» **Saved data entries**:
-- -- --

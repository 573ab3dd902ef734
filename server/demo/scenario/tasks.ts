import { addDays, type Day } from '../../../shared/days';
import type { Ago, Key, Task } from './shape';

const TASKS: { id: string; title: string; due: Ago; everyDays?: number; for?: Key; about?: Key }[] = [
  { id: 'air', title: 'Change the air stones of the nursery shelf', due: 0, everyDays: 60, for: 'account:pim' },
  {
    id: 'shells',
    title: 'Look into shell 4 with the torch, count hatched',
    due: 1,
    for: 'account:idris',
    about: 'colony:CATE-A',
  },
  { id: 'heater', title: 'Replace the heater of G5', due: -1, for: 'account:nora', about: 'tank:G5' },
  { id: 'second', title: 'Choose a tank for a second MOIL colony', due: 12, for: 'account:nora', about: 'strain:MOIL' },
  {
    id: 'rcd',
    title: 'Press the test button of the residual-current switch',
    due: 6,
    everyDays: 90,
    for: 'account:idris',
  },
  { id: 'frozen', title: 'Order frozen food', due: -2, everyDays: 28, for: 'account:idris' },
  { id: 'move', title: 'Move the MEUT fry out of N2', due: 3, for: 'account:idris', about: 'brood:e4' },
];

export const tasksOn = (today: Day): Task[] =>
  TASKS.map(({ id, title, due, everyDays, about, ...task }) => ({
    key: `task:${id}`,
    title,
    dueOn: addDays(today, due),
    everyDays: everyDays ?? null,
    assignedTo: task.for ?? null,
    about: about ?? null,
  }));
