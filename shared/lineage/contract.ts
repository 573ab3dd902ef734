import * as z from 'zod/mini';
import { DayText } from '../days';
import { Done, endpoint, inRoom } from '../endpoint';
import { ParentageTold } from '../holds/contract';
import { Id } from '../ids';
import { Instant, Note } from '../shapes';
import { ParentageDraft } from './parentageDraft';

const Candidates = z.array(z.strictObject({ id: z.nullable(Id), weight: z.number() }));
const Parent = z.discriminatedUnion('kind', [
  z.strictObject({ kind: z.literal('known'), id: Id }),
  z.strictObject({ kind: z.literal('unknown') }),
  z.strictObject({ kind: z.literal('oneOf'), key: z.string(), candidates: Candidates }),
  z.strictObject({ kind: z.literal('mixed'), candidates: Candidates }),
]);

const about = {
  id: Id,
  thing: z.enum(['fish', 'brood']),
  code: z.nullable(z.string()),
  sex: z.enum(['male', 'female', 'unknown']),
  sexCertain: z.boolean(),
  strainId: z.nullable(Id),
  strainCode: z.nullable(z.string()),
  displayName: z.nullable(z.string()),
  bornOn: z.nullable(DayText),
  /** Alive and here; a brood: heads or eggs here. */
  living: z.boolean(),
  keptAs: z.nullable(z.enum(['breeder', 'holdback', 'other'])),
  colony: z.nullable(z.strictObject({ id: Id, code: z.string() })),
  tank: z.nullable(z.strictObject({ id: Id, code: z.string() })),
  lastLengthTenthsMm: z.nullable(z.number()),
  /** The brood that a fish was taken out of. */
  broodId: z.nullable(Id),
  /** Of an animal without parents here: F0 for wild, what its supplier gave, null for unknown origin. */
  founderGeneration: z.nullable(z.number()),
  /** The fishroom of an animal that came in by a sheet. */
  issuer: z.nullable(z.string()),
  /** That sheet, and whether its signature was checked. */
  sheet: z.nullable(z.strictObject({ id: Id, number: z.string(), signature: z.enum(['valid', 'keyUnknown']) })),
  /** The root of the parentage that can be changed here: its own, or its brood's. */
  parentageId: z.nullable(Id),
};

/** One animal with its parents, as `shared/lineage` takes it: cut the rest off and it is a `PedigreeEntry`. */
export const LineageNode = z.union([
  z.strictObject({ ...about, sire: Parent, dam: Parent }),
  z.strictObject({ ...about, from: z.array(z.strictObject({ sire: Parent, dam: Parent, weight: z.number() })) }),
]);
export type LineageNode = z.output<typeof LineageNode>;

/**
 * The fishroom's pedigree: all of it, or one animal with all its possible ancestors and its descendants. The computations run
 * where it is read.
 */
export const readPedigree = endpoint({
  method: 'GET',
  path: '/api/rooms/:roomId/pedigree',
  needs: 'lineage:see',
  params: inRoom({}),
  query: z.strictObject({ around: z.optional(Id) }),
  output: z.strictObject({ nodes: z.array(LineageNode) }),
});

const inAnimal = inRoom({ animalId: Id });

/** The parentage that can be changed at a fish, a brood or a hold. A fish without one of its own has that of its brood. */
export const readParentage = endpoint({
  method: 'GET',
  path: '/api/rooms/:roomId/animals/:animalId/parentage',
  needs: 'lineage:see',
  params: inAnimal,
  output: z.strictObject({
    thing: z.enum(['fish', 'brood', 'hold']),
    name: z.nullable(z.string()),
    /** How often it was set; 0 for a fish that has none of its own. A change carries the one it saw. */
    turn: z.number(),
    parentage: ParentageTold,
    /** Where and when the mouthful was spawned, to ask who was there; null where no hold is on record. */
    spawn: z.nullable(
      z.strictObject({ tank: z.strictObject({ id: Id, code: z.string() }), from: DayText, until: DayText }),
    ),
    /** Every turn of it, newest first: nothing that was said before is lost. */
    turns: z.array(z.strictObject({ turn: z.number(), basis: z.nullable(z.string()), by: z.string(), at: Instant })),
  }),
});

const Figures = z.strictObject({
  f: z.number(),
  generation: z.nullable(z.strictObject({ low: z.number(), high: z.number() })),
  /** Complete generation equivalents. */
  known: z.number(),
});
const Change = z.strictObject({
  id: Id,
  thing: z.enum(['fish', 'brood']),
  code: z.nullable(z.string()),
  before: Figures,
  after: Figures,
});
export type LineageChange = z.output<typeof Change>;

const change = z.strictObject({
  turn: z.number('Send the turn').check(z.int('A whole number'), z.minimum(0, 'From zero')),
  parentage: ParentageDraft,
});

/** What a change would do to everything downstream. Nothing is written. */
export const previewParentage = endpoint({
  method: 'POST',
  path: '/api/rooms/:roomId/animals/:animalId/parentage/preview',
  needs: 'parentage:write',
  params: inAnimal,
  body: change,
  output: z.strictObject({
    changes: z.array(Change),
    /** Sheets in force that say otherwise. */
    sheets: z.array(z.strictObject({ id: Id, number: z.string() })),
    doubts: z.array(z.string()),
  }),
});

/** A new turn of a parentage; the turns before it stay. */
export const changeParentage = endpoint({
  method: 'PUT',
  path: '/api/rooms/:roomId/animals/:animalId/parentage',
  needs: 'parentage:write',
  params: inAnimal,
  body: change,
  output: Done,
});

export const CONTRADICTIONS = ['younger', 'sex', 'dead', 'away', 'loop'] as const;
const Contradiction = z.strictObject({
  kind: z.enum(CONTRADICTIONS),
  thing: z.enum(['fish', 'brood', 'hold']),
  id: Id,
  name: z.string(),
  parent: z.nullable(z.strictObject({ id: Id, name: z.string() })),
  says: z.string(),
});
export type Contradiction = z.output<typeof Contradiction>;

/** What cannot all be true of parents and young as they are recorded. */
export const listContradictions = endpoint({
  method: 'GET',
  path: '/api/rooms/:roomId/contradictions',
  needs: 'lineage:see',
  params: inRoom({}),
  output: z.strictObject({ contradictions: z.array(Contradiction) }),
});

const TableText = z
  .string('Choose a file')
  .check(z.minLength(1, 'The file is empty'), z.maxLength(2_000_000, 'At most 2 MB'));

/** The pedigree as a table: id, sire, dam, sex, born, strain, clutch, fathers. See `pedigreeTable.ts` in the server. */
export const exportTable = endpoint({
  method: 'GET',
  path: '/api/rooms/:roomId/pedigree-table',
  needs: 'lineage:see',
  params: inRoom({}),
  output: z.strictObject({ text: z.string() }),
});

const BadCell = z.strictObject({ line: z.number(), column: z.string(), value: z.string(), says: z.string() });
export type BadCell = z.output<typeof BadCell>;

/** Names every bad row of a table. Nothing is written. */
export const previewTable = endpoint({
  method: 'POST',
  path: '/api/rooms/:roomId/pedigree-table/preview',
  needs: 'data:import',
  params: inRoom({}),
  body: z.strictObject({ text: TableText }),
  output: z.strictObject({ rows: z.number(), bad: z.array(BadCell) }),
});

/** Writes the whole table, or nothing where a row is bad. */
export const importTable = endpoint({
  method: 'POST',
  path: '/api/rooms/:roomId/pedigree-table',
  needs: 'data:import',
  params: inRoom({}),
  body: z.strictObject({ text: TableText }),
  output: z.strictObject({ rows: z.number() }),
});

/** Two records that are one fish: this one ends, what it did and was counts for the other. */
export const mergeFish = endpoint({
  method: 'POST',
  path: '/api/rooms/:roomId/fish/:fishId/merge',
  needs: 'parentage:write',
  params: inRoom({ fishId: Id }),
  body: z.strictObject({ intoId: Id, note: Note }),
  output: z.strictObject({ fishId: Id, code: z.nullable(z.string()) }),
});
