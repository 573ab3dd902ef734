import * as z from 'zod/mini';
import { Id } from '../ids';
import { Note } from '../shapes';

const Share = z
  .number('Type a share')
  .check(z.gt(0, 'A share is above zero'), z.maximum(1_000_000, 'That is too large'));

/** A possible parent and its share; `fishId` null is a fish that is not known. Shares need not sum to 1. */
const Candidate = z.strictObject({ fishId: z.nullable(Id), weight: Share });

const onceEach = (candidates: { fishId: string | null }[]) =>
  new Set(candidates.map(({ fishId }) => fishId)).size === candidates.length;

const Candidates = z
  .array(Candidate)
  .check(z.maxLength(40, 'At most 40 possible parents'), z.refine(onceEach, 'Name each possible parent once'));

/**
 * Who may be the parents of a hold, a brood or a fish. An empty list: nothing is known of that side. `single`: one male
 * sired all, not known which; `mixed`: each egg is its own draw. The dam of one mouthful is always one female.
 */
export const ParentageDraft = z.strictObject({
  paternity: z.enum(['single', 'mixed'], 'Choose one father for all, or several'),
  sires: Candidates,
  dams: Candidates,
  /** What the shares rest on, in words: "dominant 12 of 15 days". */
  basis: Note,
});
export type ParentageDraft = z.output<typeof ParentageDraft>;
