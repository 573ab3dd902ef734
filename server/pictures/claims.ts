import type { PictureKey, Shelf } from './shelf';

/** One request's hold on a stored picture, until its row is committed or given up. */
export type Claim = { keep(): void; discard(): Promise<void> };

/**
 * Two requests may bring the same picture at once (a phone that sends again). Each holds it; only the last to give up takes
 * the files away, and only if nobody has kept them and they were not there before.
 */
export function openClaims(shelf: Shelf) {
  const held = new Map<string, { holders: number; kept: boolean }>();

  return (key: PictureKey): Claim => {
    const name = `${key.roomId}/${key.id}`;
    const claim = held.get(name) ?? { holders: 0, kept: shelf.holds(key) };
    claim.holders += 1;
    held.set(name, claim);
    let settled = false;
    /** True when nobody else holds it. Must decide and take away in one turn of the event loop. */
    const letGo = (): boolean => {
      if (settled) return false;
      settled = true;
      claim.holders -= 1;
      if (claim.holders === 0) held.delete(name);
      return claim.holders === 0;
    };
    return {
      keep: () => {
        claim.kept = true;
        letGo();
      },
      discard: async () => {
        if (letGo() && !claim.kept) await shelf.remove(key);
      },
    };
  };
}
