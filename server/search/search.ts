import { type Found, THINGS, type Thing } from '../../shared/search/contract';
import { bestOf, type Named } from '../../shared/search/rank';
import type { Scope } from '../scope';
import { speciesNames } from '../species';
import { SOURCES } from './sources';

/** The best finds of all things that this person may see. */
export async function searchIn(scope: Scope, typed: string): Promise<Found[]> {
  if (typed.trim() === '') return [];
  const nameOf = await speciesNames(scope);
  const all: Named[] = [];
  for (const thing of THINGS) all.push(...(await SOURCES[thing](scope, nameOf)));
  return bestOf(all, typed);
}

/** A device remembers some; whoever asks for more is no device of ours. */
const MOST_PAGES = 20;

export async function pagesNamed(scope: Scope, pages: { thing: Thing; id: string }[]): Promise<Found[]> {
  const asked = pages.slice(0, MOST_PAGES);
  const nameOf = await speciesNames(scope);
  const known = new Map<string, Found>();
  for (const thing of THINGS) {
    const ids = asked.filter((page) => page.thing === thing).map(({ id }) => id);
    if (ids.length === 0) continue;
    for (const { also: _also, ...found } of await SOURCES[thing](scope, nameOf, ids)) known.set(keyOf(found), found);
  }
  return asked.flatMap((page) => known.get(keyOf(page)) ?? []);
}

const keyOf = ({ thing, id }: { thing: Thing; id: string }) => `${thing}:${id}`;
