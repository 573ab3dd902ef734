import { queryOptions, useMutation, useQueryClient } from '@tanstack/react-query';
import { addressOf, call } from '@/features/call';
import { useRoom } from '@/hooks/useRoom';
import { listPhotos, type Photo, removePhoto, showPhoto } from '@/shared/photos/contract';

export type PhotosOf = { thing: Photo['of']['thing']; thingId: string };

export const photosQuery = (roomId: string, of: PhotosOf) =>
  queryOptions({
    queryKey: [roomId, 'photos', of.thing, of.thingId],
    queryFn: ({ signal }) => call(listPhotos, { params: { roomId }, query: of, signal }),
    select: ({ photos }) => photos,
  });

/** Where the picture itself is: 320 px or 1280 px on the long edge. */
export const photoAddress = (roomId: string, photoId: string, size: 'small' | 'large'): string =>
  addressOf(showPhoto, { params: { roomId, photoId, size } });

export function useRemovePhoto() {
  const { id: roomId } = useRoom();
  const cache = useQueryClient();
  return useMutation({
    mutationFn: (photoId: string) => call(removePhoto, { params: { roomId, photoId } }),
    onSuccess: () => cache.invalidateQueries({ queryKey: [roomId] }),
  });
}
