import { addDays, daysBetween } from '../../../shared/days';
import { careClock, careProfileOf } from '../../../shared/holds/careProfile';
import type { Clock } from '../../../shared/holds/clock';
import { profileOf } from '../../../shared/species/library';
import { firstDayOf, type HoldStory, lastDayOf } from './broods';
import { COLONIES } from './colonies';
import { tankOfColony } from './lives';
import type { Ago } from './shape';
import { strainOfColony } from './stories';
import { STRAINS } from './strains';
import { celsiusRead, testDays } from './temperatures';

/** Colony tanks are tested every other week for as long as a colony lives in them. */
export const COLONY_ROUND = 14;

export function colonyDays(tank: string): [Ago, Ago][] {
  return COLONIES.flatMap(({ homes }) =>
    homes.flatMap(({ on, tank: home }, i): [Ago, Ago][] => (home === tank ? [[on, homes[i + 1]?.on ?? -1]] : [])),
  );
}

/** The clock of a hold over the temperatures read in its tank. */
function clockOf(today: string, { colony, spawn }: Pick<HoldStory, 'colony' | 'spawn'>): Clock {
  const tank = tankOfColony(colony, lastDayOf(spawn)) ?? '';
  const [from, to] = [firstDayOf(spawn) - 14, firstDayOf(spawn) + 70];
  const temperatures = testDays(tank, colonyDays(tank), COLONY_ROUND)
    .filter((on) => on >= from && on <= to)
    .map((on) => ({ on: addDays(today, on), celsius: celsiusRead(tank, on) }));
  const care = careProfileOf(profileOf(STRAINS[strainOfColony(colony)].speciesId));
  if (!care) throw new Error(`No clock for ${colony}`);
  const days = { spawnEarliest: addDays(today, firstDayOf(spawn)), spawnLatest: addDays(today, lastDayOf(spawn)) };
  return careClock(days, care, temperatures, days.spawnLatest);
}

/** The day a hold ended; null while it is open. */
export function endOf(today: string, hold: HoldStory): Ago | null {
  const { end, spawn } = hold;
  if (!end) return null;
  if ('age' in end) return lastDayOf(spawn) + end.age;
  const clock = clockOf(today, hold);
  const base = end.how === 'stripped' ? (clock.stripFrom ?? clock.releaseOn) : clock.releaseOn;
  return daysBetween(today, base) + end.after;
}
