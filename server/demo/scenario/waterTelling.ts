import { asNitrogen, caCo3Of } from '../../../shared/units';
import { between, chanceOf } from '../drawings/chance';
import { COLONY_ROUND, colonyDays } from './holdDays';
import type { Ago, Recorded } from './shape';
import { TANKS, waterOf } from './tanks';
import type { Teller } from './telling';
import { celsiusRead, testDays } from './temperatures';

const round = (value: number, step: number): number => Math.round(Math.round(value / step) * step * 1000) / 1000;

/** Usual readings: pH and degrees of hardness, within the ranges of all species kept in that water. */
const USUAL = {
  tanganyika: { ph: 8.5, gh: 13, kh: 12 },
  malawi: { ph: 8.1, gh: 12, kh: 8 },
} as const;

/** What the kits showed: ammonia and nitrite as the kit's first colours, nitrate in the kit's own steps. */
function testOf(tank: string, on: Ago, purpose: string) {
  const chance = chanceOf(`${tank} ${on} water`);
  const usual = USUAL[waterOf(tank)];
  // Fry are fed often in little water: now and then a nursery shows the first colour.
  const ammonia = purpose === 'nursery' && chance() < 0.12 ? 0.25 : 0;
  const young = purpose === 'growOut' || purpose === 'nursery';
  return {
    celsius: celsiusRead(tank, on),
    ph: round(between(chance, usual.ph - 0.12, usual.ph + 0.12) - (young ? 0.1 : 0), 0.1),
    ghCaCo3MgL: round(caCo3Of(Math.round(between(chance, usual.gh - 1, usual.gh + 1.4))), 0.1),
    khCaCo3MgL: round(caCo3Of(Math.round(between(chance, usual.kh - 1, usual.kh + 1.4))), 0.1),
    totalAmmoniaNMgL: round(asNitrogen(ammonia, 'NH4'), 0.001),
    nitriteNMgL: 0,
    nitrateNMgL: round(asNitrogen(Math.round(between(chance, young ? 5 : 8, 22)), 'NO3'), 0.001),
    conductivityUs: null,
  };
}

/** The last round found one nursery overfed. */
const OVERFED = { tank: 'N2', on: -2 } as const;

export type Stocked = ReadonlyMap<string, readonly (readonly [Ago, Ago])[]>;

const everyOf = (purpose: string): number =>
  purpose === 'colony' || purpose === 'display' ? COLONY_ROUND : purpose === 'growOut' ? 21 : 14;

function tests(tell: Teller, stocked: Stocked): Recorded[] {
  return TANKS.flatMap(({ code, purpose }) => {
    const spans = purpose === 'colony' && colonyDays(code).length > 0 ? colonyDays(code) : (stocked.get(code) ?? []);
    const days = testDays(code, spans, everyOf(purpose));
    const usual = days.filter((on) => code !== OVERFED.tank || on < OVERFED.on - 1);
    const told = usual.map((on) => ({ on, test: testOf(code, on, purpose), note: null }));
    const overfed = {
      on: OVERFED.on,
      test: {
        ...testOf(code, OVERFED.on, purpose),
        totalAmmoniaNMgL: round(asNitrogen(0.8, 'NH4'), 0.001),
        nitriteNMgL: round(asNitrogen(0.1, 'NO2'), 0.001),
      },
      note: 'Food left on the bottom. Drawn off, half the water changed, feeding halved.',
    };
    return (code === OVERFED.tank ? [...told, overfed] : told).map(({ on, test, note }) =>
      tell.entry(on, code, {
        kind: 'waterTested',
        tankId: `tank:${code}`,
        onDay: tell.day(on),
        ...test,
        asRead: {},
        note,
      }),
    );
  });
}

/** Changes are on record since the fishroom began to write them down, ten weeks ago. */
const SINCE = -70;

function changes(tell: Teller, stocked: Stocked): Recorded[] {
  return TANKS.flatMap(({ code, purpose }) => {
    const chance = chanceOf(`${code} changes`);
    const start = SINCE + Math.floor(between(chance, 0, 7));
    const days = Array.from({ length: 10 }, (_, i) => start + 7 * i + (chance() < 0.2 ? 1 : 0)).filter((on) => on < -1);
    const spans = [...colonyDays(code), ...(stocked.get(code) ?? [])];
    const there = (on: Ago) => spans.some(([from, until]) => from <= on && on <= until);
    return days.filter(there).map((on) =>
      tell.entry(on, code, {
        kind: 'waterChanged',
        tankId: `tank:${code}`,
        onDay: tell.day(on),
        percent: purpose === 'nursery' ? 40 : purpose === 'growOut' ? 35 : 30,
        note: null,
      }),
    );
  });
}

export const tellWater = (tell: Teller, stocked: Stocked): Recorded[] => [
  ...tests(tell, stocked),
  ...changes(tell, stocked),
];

-- -- --

» **Problem details**: Total the lines of the data that include the word "rows", and give that total as the sole response.

» **Task response**: 2